PROBLEM
Write out exactly the lines below that run from the one containing "filename tracking/tails/tail-alternatives.ts" through the one containing "const ROUNDS = 60;", both included, with no other lines.

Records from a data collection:

————

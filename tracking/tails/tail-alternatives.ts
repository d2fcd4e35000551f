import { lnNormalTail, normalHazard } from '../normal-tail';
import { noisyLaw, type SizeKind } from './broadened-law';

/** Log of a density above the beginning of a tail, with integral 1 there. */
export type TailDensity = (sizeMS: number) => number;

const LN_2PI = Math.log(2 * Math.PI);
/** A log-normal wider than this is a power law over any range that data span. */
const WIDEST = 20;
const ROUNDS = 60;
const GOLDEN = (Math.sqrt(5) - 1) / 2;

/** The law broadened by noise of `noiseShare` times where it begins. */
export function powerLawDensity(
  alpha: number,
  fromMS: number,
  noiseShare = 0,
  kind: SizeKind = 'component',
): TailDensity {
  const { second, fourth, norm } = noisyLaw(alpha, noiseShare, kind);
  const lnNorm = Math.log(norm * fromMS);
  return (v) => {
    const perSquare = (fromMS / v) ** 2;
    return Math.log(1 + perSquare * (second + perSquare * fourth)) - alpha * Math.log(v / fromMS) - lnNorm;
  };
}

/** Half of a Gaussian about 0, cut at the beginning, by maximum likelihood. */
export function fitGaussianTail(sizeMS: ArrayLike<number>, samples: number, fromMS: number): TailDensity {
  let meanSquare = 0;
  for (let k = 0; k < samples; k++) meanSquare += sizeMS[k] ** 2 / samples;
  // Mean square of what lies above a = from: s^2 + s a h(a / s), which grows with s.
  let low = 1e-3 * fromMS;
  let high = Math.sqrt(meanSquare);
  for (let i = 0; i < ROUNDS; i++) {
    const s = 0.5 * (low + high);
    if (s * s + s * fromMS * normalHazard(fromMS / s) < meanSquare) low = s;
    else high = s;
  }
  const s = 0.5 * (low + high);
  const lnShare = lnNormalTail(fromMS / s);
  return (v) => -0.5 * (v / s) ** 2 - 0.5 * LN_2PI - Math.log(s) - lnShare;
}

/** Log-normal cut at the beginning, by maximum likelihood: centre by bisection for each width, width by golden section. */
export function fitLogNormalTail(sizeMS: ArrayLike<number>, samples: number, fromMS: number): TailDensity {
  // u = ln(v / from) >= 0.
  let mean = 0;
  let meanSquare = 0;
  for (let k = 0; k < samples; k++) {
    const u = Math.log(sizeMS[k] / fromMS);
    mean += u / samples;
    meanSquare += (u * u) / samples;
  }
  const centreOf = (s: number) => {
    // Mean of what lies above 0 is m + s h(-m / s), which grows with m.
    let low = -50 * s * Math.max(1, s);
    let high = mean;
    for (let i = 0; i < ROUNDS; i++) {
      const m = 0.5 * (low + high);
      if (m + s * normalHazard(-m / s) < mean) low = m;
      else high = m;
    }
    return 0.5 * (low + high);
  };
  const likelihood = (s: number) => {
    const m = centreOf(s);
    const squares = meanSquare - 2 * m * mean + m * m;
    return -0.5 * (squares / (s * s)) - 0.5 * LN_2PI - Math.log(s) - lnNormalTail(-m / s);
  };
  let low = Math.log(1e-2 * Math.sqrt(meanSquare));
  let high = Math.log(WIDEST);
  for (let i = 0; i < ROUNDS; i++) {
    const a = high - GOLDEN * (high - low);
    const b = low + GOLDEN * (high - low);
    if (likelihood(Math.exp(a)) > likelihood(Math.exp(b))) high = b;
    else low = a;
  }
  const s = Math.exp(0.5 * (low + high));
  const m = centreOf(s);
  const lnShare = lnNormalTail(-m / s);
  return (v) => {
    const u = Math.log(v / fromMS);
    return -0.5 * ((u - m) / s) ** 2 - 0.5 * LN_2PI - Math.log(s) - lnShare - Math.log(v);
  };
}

————

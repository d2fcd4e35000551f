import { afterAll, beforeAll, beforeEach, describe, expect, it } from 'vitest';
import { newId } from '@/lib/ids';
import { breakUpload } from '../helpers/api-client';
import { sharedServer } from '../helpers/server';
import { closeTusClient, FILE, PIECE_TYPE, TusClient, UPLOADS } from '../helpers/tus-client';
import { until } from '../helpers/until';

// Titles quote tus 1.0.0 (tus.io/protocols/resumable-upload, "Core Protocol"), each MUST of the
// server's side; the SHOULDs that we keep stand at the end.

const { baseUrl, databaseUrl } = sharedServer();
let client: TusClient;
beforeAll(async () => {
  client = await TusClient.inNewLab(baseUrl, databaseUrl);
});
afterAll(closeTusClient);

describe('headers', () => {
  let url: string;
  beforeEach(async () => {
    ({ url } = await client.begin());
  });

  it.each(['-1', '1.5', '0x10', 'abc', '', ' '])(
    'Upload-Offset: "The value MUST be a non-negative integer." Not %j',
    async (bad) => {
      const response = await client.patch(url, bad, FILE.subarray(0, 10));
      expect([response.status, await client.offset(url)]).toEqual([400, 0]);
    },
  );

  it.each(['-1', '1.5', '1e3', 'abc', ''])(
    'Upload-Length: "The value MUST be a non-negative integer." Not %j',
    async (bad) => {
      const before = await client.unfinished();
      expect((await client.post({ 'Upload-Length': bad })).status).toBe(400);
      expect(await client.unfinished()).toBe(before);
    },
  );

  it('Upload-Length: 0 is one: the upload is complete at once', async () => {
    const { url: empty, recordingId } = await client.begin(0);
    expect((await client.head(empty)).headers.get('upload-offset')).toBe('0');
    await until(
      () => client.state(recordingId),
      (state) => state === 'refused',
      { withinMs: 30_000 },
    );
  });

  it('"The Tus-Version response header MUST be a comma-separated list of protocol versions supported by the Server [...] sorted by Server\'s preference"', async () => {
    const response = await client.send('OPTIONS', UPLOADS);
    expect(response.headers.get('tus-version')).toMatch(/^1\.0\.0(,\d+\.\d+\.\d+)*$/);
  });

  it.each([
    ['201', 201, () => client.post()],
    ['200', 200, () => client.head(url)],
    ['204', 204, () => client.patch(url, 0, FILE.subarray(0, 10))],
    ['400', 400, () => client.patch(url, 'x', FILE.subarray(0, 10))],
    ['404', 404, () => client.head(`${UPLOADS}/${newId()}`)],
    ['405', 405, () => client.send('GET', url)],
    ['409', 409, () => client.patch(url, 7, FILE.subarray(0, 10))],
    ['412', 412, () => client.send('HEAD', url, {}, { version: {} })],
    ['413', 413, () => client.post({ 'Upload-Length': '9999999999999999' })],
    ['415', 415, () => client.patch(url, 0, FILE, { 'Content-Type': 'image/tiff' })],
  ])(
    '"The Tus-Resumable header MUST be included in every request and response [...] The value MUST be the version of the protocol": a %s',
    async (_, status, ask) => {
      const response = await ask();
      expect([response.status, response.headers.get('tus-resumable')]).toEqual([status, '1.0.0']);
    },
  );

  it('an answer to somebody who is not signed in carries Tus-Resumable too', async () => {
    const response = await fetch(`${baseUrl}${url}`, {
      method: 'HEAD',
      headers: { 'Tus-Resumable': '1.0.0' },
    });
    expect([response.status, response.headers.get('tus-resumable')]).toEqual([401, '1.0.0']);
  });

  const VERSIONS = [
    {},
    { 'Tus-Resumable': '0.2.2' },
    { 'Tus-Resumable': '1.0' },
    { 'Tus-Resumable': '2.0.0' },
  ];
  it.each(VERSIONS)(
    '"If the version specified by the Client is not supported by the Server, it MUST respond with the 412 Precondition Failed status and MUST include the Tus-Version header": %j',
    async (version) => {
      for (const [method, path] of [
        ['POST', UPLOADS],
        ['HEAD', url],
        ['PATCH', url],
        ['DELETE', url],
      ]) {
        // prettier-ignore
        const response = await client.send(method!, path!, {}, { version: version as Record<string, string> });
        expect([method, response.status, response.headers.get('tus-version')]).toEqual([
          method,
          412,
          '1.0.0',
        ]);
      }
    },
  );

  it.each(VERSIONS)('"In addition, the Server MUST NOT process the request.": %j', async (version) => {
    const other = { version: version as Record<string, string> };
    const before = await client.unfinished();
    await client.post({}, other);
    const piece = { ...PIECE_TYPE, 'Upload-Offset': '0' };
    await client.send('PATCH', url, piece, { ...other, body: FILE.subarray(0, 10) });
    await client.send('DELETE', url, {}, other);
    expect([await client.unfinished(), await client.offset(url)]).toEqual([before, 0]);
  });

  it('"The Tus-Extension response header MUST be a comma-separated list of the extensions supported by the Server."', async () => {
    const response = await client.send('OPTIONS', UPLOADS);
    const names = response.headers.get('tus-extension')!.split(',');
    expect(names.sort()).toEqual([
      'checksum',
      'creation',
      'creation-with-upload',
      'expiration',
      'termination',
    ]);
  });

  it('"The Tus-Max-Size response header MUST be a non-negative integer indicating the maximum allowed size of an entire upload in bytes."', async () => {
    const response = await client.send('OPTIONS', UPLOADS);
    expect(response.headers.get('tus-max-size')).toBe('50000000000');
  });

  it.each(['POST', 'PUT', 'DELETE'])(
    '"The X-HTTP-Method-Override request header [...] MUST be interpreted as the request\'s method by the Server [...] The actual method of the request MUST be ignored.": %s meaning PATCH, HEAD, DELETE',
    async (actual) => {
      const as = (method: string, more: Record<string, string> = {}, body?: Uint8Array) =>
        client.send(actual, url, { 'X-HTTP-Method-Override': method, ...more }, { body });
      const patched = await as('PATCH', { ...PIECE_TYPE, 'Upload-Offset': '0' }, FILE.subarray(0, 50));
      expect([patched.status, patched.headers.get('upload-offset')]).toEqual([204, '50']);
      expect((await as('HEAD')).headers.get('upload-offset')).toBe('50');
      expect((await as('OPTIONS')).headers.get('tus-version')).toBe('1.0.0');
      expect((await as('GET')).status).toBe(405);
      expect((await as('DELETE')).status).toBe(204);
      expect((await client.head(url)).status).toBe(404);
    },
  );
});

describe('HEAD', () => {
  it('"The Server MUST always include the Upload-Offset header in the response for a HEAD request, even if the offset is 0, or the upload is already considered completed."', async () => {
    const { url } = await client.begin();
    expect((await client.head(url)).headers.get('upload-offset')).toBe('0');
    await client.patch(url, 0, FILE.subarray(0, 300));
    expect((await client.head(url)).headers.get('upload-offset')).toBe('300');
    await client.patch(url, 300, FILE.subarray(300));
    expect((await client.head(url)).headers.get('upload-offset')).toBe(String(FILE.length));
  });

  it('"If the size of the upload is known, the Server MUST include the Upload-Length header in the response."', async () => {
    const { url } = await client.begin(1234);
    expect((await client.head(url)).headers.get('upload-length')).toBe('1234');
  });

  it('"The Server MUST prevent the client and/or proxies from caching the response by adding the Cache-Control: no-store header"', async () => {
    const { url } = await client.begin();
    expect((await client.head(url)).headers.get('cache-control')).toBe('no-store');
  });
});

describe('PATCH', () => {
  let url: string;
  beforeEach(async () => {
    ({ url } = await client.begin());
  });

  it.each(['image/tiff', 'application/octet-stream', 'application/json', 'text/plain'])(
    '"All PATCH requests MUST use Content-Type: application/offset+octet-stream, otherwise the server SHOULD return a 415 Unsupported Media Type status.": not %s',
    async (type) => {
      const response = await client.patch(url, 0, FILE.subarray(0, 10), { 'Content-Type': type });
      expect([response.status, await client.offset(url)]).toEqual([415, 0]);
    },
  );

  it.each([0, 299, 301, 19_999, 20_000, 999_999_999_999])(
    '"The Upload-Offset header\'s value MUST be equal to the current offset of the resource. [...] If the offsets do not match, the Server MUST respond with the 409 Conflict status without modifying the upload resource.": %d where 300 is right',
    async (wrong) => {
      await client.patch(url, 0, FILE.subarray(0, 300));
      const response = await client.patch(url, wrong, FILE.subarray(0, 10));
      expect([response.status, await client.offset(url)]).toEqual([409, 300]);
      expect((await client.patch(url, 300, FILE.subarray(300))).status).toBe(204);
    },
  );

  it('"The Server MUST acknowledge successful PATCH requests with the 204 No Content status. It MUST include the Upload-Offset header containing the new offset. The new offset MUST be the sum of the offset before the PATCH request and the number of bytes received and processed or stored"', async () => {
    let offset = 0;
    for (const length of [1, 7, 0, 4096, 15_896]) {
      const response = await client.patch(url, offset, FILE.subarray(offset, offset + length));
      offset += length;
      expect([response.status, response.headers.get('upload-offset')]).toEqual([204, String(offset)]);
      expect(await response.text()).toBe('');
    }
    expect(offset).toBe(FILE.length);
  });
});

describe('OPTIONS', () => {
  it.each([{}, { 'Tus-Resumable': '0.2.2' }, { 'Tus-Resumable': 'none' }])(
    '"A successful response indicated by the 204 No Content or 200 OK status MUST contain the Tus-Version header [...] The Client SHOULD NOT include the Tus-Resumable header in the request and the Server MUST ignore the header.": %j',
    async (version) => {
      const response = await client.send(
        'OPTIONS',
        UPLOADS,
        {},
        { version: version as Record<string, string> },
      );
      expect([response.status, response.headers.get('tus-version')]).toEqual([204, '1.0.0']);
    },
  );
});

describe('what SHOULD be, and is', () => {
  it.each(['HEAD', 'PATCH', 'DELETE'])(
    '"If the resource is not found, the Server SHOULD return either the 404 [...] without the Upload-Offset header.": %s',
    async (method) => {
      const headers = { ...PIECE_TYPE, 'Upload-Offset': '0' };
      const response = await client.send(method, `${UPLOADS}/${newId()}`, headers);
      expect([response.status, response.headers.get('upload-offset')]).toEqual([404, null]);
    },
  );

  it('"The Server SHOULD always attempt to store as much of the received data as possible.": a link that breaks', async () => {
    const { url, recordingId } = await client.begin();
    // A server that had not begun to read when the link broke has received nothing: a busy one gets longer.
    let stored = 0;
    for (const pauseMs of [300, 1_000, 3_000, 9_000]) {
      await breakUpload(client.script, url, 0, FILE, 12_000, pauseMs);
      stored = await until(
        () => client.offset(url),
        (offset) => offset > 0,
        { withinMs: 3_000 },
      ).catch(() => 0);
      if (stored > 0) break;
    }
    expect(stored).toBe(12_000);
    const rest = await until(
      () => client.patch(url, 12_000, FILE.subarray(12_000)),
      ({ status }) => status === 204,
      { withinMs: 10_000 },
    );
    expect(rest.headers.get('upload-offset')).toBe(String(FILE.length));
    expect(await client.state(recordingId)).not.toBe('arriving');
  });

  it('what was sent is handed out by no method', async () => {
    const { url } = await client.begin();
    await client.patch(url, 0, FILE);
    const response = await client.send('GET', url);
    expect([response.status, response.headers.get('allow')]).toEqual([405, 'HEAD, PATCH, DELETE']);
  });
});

————

FINAL ANSWER
filename tracking/tails/tail-alternatives.ts
repository d2fcd4e35000551f
import { lnNormalTail, normalHazard } from '../normal-tail';
import { noisyLaw, type SizeKind } from './broadened-law';

/** Log of a density above the beginning of a tail, with integral 1 there. */
export type TailDensity = (sizeMS: number) => number;

const LN_2PI = Math.log(2 * Math.PI);
/** A log-normal wider than this is a power law over any range that data span. */
const WIDEST = 20;
const ROUNDS = 60;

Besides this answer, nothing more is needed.